Both of us took pictures of everything while quickly running past it, hoping that our iPhones would automatically anticipate the target without the blur. And an endless number of selfies were made in planes, on hilltops and valleys, in churches, on buses, at sunrise and sunset, on the Southern Steps of the Temple, with the trees in the Garden of Gethsemane, and the caves of Qumran.

Neither of us were prepared for the breathtaking submersion into the ice cold waters of the River Jordan, or what it felt like to be together in the presence of the Isaiah Dead Sea Scroll. Who could've prepared us for the rush of emotions felt viewing the artifacts in the Holocaust Museum, or running up the mountain at Beit She’an, fist bumping the statue of Peter in Capernaum?

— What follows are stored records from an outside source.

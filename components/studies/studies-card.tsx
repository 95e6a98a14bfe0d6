"use client";
// "Noise margin study" and "Tolerance spread" on the Workbench: a form each, run in the study
// worker pool (one worker per core, progress over the whole study, Cancel stops every worker),
// the answer as a chart and a number, and "Save with a new run" so reviewers can open it by link.
import { errorMessage } from "@/lib/client/fetcher";
import Link from "next/link";
import { memo, useCallback, useEffect, useMemo, useReducer, useRef, useState, useSyncExternalStore } from "react";
import { Card } from "@/components/ui/card";
import { Button } from "@/components/ui/button";
import { Section, SelectRow, Tabs } from "@/components/workbench/controls";
import { QuantityField } from "@/components/workbench/quantity-field";
import { runStudyInPool, StudyCancelled, defaultPoolSize } from "@/lib/client/study-pool";
import type { Scenario } from "@/lib/schemas/scenario";
import { estimateCaptureNoise, type CaptureNoiseEstimate } from "@/lib/studies/capture-noise";
import { studyCorners } from "@/lib/studies/corners";
import { summarizeNoiseMargin, type NoiseTaskOutput } from "@/lib/studies/noise-margin";
import {
  noiseMarginConfigSchema,
  toleranceSpreadConfigSchema,
  type DrawOutput,
  type Measure,
  type NoiseMarginConfig,
  type StudyUpload,
  type ToleranceSpreadConfig,
} from "@/lib/schemas/study";
import { summarizeToleranceSpread } from "@/lib/studies/tolerance-spread";
import {
  initialStudiesState,
  studiesReducer,
  studiesStale,
  studySaveBlocked,
  type StudyTab,
} from "@/lib/workbench/studies-state";
import {
  inputRange,
  MEASURE_LABEL,
  MEASURE_UNIT,
  STUDY_FIELD_LABEL,
  studyIssueText,
  studyRule,
  SUGGESTED_WINDOW,
  suggestNoise,
  suggestTolerance,
} from "@/lib/workbench/study-suggest";
import { NoiseMarginResult, ToleranceSpreadResult, fmtV } from "./study-readouts";

export interface StudiesCardProps {
  /** The scenario to study (already parsed); null while the editor holds an invalid draft. */
  scenario: Scenario | null;
  /** Changes whenever the scenario does (the workbench's draft revision): a study of an older one is out of date. */
  revision: number;
  /** Why saving is not possible right now (unsaved edits, role), or null. */
  saveBlocked: string | null;
  /** Create a run of the saved scenario and store the study with it; resolves to the run id. */
  onSave: (upload: StudyUpload) => Promise<string>;
  /** Asked before a study runs; false stops it (the workbench refuses while fields are invalid). */
  beforeRun?: () => boolean;
}

function captureOf(s: Scenario) {
  for (const c of s.input.components) if (c.kind === "capture") return c.samples;
  return null;
}

/** Progress lives outside React state: only the bar re-renders, never the forms and charts. */
function createProgress() {
  let value = { done: 0, total: 0 };
  const subs = new Set<() => void>();
  return {
    get: () => value,
    set: (v: { done: number; total: number }) => {
      value = v;
      subs.forEach((f) => f());
    },
    subscribe: (f: () => void) => {
      subs.add(f);
      return () => void subs.delete(f);
    },
  };
}
type ProgressStore = ReturnType<typeof createProgress>;

function StudyProgress({ store, onCancel }: { store: ProgressStore; onCancel: () => void }) {
  const progress = useSyncExternalStore(store.subscribe, store.get, store.get);
  const pct = progress.total ? Math.round((100 * progress.done) / progress.total) : 0;
  return (
    <div className="mb-3 flex items-center gap-2" data-testid="study-progress">
      <div
        className="h-1.5 flex-1 overflow-hidden rounded-full bg-paper-sunk"
        role="progressbar"
        aria-label="Study progress"
        aria-valuemin={0}
        aria-valuemax={100}
        aria-valuenow={pct}
      >
        <div className="h-full rounded-full bg-copper" style={{ width: `${pct}%` }} />
      </div>
      <span className="font-mono text-[12px] text-ink-mute">
        {progress.done.toLocaleString("en")} / {progress.total.toLocaleString("en")} runs · {defaultPoolSize()} workers
      </span>
      <Button size="sm" variant="secondary" onClick={onCancel} data-testid="cancel-study-button">
        Cancel
      </Button>
    </div>
  );
}

const NoiseResultMemo = memo(NoiseMarginResult);
const ToleranceResultMemo = memo(ToleranceSpreadResult);

export function StudiesCard({ scenario, revision, saveBlocked, onSave, beforeRun }: StudiesCardProps) {
  const [state, dispatch] = useReducer(studiesReducer, initialStudiesState);
  const { tab, noise, tolerance, running, error, saved, saving } = state;
  const [progress] = useState(createProgress);
  const abort = useRef<AbortController | null>(null);
  const started = useRef(0);

  // Leaving the page stops a running study: no worker outlives the Workbench.
  useEffect(() => () => abort.current?.abort(), []);

  const capture = useMemo(() => {
    const samples = scenario ? captureOf(scenario) : null;
    if (!samples) return null;
    try {
      return estimateCaptureNoise(samples);
    } catch {
      return null;
    }
  }, [scenario]);

  // Stable callbacks for the memoised forms; they call the latest `run`.
  const runRef = useRef<(which: StudyTab, config: NoiseMarginConfig | ToleranceSpreadConfig) => Promise<void>>(
    async () => {},
  );
  const runNoise = useCallback((c: NoiseMarginConfig) => void runRef.current("noise", c), []);
  const runTolerance = useCallback((c: ToleranceSpreadConfig) => void runRef.current("tolerance", c), []);

  async function run(which: StudyTab, config: NoiseMarginConfig | ToleranceSpreadConfig) {
    if (!scenario) return;
    if (beforeRun && !beforeRun()) return;
    dispatch({ type: "started", which });
    progress.set({ done: 0, total: 0 });
    const ac = new AbortController();
    abort.current = ac;
    started.current = performance.now();
    const on = revision;
    try {
      // Progress repaints at most ~8 times a second: the main thread stays free for the user.
      let last = 0;
      const onProgress = (p: { done: number; total: number }) => {
        const now = performance.now();
        if (now - last < 120 && p.done < p.total) return;
        last = now;
        progress.set(p);
      };
      const out = await runStudyInPool({ scenario, config }, { signal: ac.signal, onProgress });
      if (config.kind === "noise-margin") {
        const tasks = out.tasks as NoiseTaskOutput[];
        dispatch({
          type: "noiseDone",
          done: {
            on,
            config,
            tasks,
            summary: summarizeNoiseMargin(config, tasks),
            wallMs: out.wallMs,
            workers: out.workers,
          },
        });
      } else {
        const tasks = out.tasks as DrawOutput[];
        dispatch({
          type: "toleranceDone",
          done: {
            on,
            config,
            tasks,
            summary: summarizeToleranceSpread(config, tasks, studyCorners(scenario, config)),
            wallMs: out.wallMs,
            workers: out.workers,
          },
        });
      }
    } catch (e) {
      dispatch({
        type: "failed",
        message:
          e instanceof StudyCancelled
            ? "Study cancelled; every worker was stopped."
            : `Study failed — ${errorMessage(e)}`,
      });
    } finally {
      dispatch({ type: "stopped" });
      abort.current = null;
    }
  }

  runRef.current = run;

  const save = async () => {
    const upload: StudyUpload = { schema: "railwise.study/1" };
    if (noise)
      upload.noiseMargin = { config: noise.config, tasks: noise.tasks, wallMs: noise.wallMs, workers: noise.workers };
    if (tolerance)
      upload.toleranceSpread = {
        config: tolerance.config,
        tasks: tolerance.tasks,
        wallMs: tolerance.wallMs,
        workers: tolerance.workers,
      };
    dispatch({ type: "saveStarted" });
    try {
      dispatch({ type: "saved", runId: await onSave(upload) });
    } catch (e) {
      dispatch({ type: "saveFailed", message: `Not saved — ${errorMessage(e)}` });
    }
  };

  const blocked = studySaveBlocked(state, revision, saveBlocked);
  const none = !(noise || tolerance);
  return (
    <Card
      title="Studies"
      description="Will the deadband hold against real noise? Do the thresholds hold over part tolerances?"
      padded={false}
      className="min-w-0"
      actions={
        <span className="flex flex-wrap items-center gap-2">
          {blocked ? (
            <span
              className={`text-[12px] ${none || running ? "text-ink-mute" : "text-caution"}`}
              data-testid="study-save-blocked"
              data-stale={studiesStale(state, revision) || undefined}
            >
              {blocked}
            </span>
          ) : null}
          <Button
            size="sm"
            variant="primary"
            disabled={!!blocked || saving}
            onClick={() => void save()}
            data-testid="save-study-button"
          >
            {saving ? "Saving…" : "Save with a new run"}
          </Button>
        </span>
      }
    >
      <div data-testid="studies-card">
        <Tabs<StudyTab>
          label="Studies"
          value={tab}
          onChange={(t) => dispatch({ type: "tab", tab: t })}
          tabs={[
            { id: "noise", label: "Noise margin study" },
            { id: "tolerance", label: "Tolerance spread" },
          ]}
        />
        {!scenario ? (
          <p className="px-4 py-3 text-[13px] text-alert">
            Fix the scenario's fields first: a study needs a valid scenario.
          </p>
        ) : (
          <div className="grid min-w-0 gap-0 lg:grid-cols-[340px_minmax(0,1fr)]">
            <div className="border-b border-paper-line lg:border-b-0 lg:border-r">
              {tab === "noise" ? (
                <NoiseFormMemo
                  key={`n-${scenario.stage.kind}`}
                  scenario={scenario}
                  capture={capture}
                  busy={!!running}
                  onRun={runNoise}
                />
              ) : (
                <ToleranceFormMemo
                  key={`t-${scenario.stage.kind}`}
                  scenario={scenario}
                  busy={!!running}
                  onRun={runTolerance}
                />
              )}
            </div>
            <div className="min-w-0 p-3">
              {running ? <StudyProgress store={progress} onCancel={() => abort.current?.abort()} /> : null}
              {error ? (
                <p className="mb-2 text-[13px] text-alert" role="alert" data-testid="study-error">
                  {error}
                </p>
              ) : null}
              {saved ? (
                <p
                  className="mb-2 rounded border-l-[3px] border-moss bg-moss-soft/70 px-2 py-1 text-[13px]"
                  role="status"
                  data-testid="study-saved"
                >
                  Study saved with a new run.{" "}
                  <Link
                    href={`/runs/${saved.runId}`}
                    className="font-medium text-copper-deep underline"
                    data-testid="study-run-link"
                  >
                    Open the run
                  </Link>
                </p>
              ) : null}
              {tab === "noise" ? (
                noise ? (
                  <NoiseResultMemo
                    summary={noise.summary}
                    meta={`${noise.tasks.length.toLocaleString("en")} runs in ${(noise.wallMs / 1000).toFixed(2)} s on ${noise.workers} workers.`}
                  />
                ) : (
                  <Idle text="Sweeps the noise rms on this scenario's input, many seeds per level, and counts how often the output switches more often than it does without noise." />
                )
              ) : tolerance ? (
                <ToleranceResultMemo
                  summary={tolerance.summary}
                  meta={`${tolerance.tasks.length.toLocaleString("en")} runs in ${(tolerance.wallMs / 1000).toFixed(2)} s on ${tolerance.workers} workers.`}
                />
              ) : (
                <Idle text="Draws resistor values, input offset and output headroom within tolerance, simulates each draw, and measures where it switches." />
              )}
            </div>
          </div>
        )}
      </div>
    </Card>
  );
}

Or even taking a late-night tour under the Western Wall, squeezing into a gondola at Masada, seeing Alabama and Auburn gear along the Via Delarosa, stepping into the Garden Tomb, singing Amazing Grace in the Upper Room, and having a local guide pray the Lord’s Prayer in Aramaic, in Bethlehem, the city where Jesus was born. We were prepared least of all for Jerusalem itself to hit us like a musical crescendo as we entered the city, causing us both to be overcome with emotion. You can’t prepare.

Most of the time, travel and new cultural experiences tend to stretch and move me in leaps and bounds. I am so glad that Mena and I had a guide who has been blessed with gift of teaching, and that both of us already had a deep working knowledge of the Bible. Most of all, I am grateful that we both have a relationship with the Author and Creator of it all.

In the short time since we have been back, I have noticed a dramatic change in how I read the Bible. There are now words in this sacred text that bring back the sense of smooth stone walls under my fingertips, slick muddy stones under my feet, dusty wind in my hair, and the smell of spice or incense. We are different now, but we weren’t prepared for how different we would become.

Jessica Orso and her husband, John, have three children, Mena, Jake, and Evelyn. Jessica began volunteering with Dawson's Preschool Ministry in 2007. Since then, she has enjoyed working with the Day School, Dawson Kids, and the FRC. She now hopes to use her love of connecting family ministries as the Discipleship Team's Administrative Assistant.